By ANANYA SENGUPTA
The Telegraph: Thursday , August 19 , 2010
Dhaka, Aug. 18: The two-storey house on the Meghna’s banks where Jyoti Basu spent a part of his childhood and kept returning to in later life will be turned into a library and a museum in keeping with his wishes.
The plan, an initiative of Prime Minister Sheikh Hasina Wajed, is now awaiting the approval of Basu’s family in Calcutta, whom the Bangladesh deputy high commissioner has been asked to contact.
“This is an excellent proposal,” the late communist leader’s son Chandan Basu said in Calcutta. “I had visited my ancestral home near Dhaka along with my father when Gen. H.M. Ershad was the (Bangladesh) President. I shall be delighted if the Bangladesh government goes ahead with its plans.”
Basu’s family lived in the house, set on 2.04 acres in Chowdhury Para in Barudi village, about 20km from Dhaka, till the early 1940s before moving to Calcutta.
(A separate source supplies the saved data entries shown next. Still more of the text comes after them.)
def test_occlusion_is_confidence_below_one_half():
    # Documented relation: conf = 2^(-r^2/T) and occ = (r^2 >= T) or outside, so occ == conf < 0.5
    # (away from float rounding exactly at the threshold).
    rng = np.random.default_rng(8)
    fwd = rng.normal(0, 0.5, (40, 50, 2)).astype(np.float32)
    bwd = -fwd + rng.normal(0, 0.6, (40, 50, 2)).astype(np.float32)
    conf, occ = fb_consistency(fwd, bwd)
    clear = np.abs(conf - 0.5) > 1e-4
    assert np.array_equal(occ.astype(bool)[clear], (conf < 0.5)[clear])
    assert 0.05 < occ.mean() < 0.95


def test_consistency_threshold_is_the_papers_formula():
    # Sundaram et al. 2010: occluded iff |w + ŵ|^2 >= 0.01 (|w|^2 + |ŵ|^2) + 0.5.
    h, w = 8, 40
    fwd = np.zeros((h, w, 2), np.float32)
    fwd[..., 0] = 3.0
    for delta, expect in ((-1e-3, 0.0), (1e-3, 1.0)):
        # choose ŵ = (-3 + e, 0) with e^2 = 0.01 (9 + (3 - e)^2) + 0.5 + delta, solved for e > 0
        a = 1 - 0.01
        b = 0.06
        c = -(0.01 * 18 + 0.5 + delta)
        e = (-b + np.sqrt(b * b - 4 * a * c)) / (2 * a)
        bwd = np.zeros_like(fwd)
        bwd[..., 0] = -3.0 + e
        conf, occ = fb_consistency(fwd, bwd)
        assert occ[4, 10] == expect
        assert conf[4, 10] == pytest.approx(0.5, abs=2e-3)   # 2^(-r^2/T) is 0.5 at the threshold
Basu was born and educated largely in Calcutta but seems to have been deeply attached to his ancestral home with its pond and leafy premises.
Local journalists said the veteran communist had visited the house during his last trip to Bangladesh in 1999 and expressed a desire to have it converted into a library.
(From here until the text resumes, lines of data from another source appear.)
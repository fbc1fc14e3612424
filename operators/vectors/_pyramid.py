"""Image pyramid, matching features and edge weights for the vector estimator.

Each level holds what the likelihood and the prior need at that scale: the feature image
the data term compares (brightness and its gradients, Brox et al. 2004's brightness plus
gradient constancy, and a soft census signature after Zabih & Woodfill 1994), and the edge-aware weights of the Markov random field prior on the
horizontal and vertical neighbour pairs.
"""

from __future__ import annotations

from dataclasses import dataclass

import cv2
import numpy as np

# Rec.709 / sRGB luma weights (ITU-R BT.709).
_LUMA = np.array([0.2126, 0.7152, 0.0722], np.float32)


@dataclass(frozen=True)
class Level:
    """One pyramid level of one image.

    Attributes
    ----------
    feat : ndarray, shape (H, W, 3 + K), float32
        Matching features: ``brightness_weight * L``, ``dL/dx``, ``dL/dy`` (L = luma), then the
        K = 4 soft census channels (``soft_census``; K = 0 when its weight is 0).
    wx : ndarray, shape (H, W - 1), float32
        Prior weight of each horizontal neighbour pair ``(y, x) ~ (y, x + 1)``, in (0, 1].
    wy : ndarray, shape (H - 1, W), float32
        Prior weight of each vertical neighbour pair ``(y, x) ~ (y + 1, x)``.
    """

    feat: np.ndarray
    wx: np.ndarray
    wy: np.ndarray

    @property
    def shape(self) -> tuple[int, int]:
        return self.feat.shape[:2]


def sanitize(img: np.ndarray) -> np.ndarray:
    """float32 (H, W, C) version of ``img`` with NaN and infinities set to 0.

    A finite float32 input comes back as a view of itself, not a copy (the estimator never
    writes into its inputs); anything else is a new array.
    """
    a = np.asarray(img, dtype=np.float32)
    if a.ndim == 2:
        a = a[:, :, None]
    with np.errstate(invalid="ignore", over="ignore"):
        if np.isfinite(np.sum(a, dtype=np.float64)):        # a sum is finite iff every value is
            return a
    return np.nan_to_num(a, nan=0.0, posinf=0.0, neginf=0.0)


def luma(img: np.ndarray) -> np.ndarray:
    """Luma plane of an (H, W, C) image: Rec.709 weights for C = 3, the channel mean otherwise."""
    if img.shape[2] == 3:
        return np.ascontiguousarray(cv2.transform(img, _LUMA[None, :]))
    return np.ascontiguousarray(img.mean(axis=2, dtype=np.float32))


def gradients(plane: np.ndarray) -> tuple[np.ndarray, np.ndarray]:
    """Central-difference derivatives ``(d/dx, d/dy)`` of a plane, per pixel, edge repeated."""
    gx = cv2.Sobel(plane, cv2.CV_32F, 1, 0, ksize=1, scale=0.5, borderType=cv2.BORDER_REPLICATE)
    gy = cv2.Sobel(plane, cv2.CV_32F, 0, 1, ksize=1, scale=0.5, borderType=cv2.BORDER_REPLICATE)
    return gx, gy


def edge_weights(guide: np.ndarray, sigma: float, floor: float) -> tuple[np.ndarray, np.ndarray]:
    """Edge-aware prior weights ``w = max(exp(-|dI| / sigma), floor)`` on neighbour pairs.

    ``|dI|`` is the largest absolute difference over the guide's channels between the two
    pixels of a pair, so vectors are coupled weakly across image edges (common practice of
    edge-aware MRF priors, e.g. Sun, Roth & Black 2010).
    """
    planes = [np.ascontiguousarray(guide[:, :, c]) for c in range(guide.shape[2])]
    dx = np.abs(planes[0][:, 1:] - planes[0][:, :-1])
    dy = np.abs(planes[0][1:] - planes[0][:-1])
    for pl in planes[1:]:
        np.maximum(dx, np.abs(pl[:, 1:] - pl[:, :-1]), out=dx)
        np.maximum(dy, np.abs(pl[1:] - pl[:-1]), out=dy)
    wx = np.maximum(np.exp(-dx / sigma), floor).astype(np.float32)
    wy = np.maximum(np.exp(-dy / sigma), floor).astype(np.float32)
    return wx, wy


def level_count(h: int, w: int, levels: int | None, search_range: float, reach: int,
                min_size: int = 12) -> int:
    """How many pyramid levels to build.

    Enough that ``search_range`` shrinks to the brute-force ``reach`` at the coarsest level,
    never a level whose shorter side is under ``min_size`` pixels (one level at least).
    """
    if levels is None:
        levels = 1
        while search_range / 2 ** (levels - 1) > reach:
            levels += 1
    n = 1
    while n < levels and min(h, w) / 2 ** n >= min_size:
        n += 1
    return max(1, n)


def images(img: np.ndarray, n_levels: int) -> list[np.ndarray]:
    """Gaussian pyramid of a sanitised (H, W, C) image, finest first.

    Each coarser level is ``cv2.pyrDown`` of the previous one (Gaussian 5-tap, then every
    other pixel), so level k has about ``1 / 2**k`` of the size.
    """
    out = [img]
    for _ in range(1, n_levels):
        nxt = cv2.pyrDown(out[-1])
        out.append(nxt[:, :, None] if nxt.ndim == 2 else nxt)
    return out


# Neighbours of the soft census signature: the 4 pixels 2 px left, right, above and below.
CENSUS_OFFSETS = ((2, 0), (-2, 0), (0, 2), (0, -2))


def soft_census(plane: np.ndarray, weight: float, scale: float) -> list[np.ndarray]:
    """Soft census signature ``weight * tanh((L(q) - L(p)) / scale)`` for q in ``CENSUS_OFFSETS``.

    A smooth form of the census transform of Zabih & Woodfill (ECCV 1994): each channel says
    whether a neighbour is brighter or darker than the centre, so it ignores brightness offsets
    and gains between the two images and still tells apart patches of weak texture (a
    continuous version so the refinement can linearise it).
    """
    h, w = plane.shape
    pad = cv2.copyMakeBorder(plane, 2, 2, 2, 2, cv2.BORDER_REPLICATE)
    out = []
    for dx, dy in CENSUS_OFFSETS:
        q = pad[2 + dy:2 + dy + h, 2 + dx:2 + dx + w]
        out.append((np.float32(weight) * np.tanh((q - plane) / np.float32(scale))).astype(np.float32))
    return out


def level(cur: np.ndarray, brightness_weight: float, edge_sigma: float, edge_floor: float,
          census: float = 0.0, census_scale: float = 0.03) -> Level:
    """Matching features and prior weights of one pyramid image (H, W, C).

    ``census`` and ``census_scale`` are the weight and softness of ``soft_census`` (0: none).
    """
    lum = luma(cur)
    gx, gy = gradients(lum)
    extra = soft_census(lum, census, census_scale) if census > 0 else []
    feat = cv2.merge([lum * np.float32(brightness_weight), gx, gy] + extra)
    guide = cv2.GaussianBlur(cur, (3, 3), 0.7)
    guide = guide[:, :, None] if guide.ndim == 2 else guide
    wx, wy = edge_weights(guide, edge_sigma, edge_floor)
    return Level(feat, wx, wy)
Basu had spent some time at the house during his January 1987 and November 1997 visits too, and regularly asked about its condition till his death in January this year.
Soon after it came to power, the Awami League-led coalition government had decided to turn the house into a museum. The plan was to have Basu inaugurate it after its completion, but that was not to be.
The government’s move is expected to attract tourists and help the economy of Barudi village, where hundreds of Hindus and Muslims had gathered after Basu’s death to pray for the soul of a “great man of the subcontinent” who would speak to them “like a commoner”.
No blood relatives of Basu now live in Barudi, and caretaker Shahidullah, 75, and his family are the only current occupants of the house. Shahidullah’s mother Ayatunnessa once looked after Basu, the youngest of three siblings after Surendra Kumar Basu and Sudha Datta Basu.
Basu had charmed Barudi during his trips when he was Bengal chief minister.
“He spoke to ordinary villagers like us and asked about our welfare as though we were very close to him,” Mohammad Rafiq, a 60-year-old farmer, had said after his death. “He behaved as if he was a commoner like us; that’s how sincere he was.”
The house has two bedrooms and a drawing room on the top floor and two rooms and a meeting space on the ground floor. It has been taken over by the cultural affairs ministry and put under the care of the archaeology department.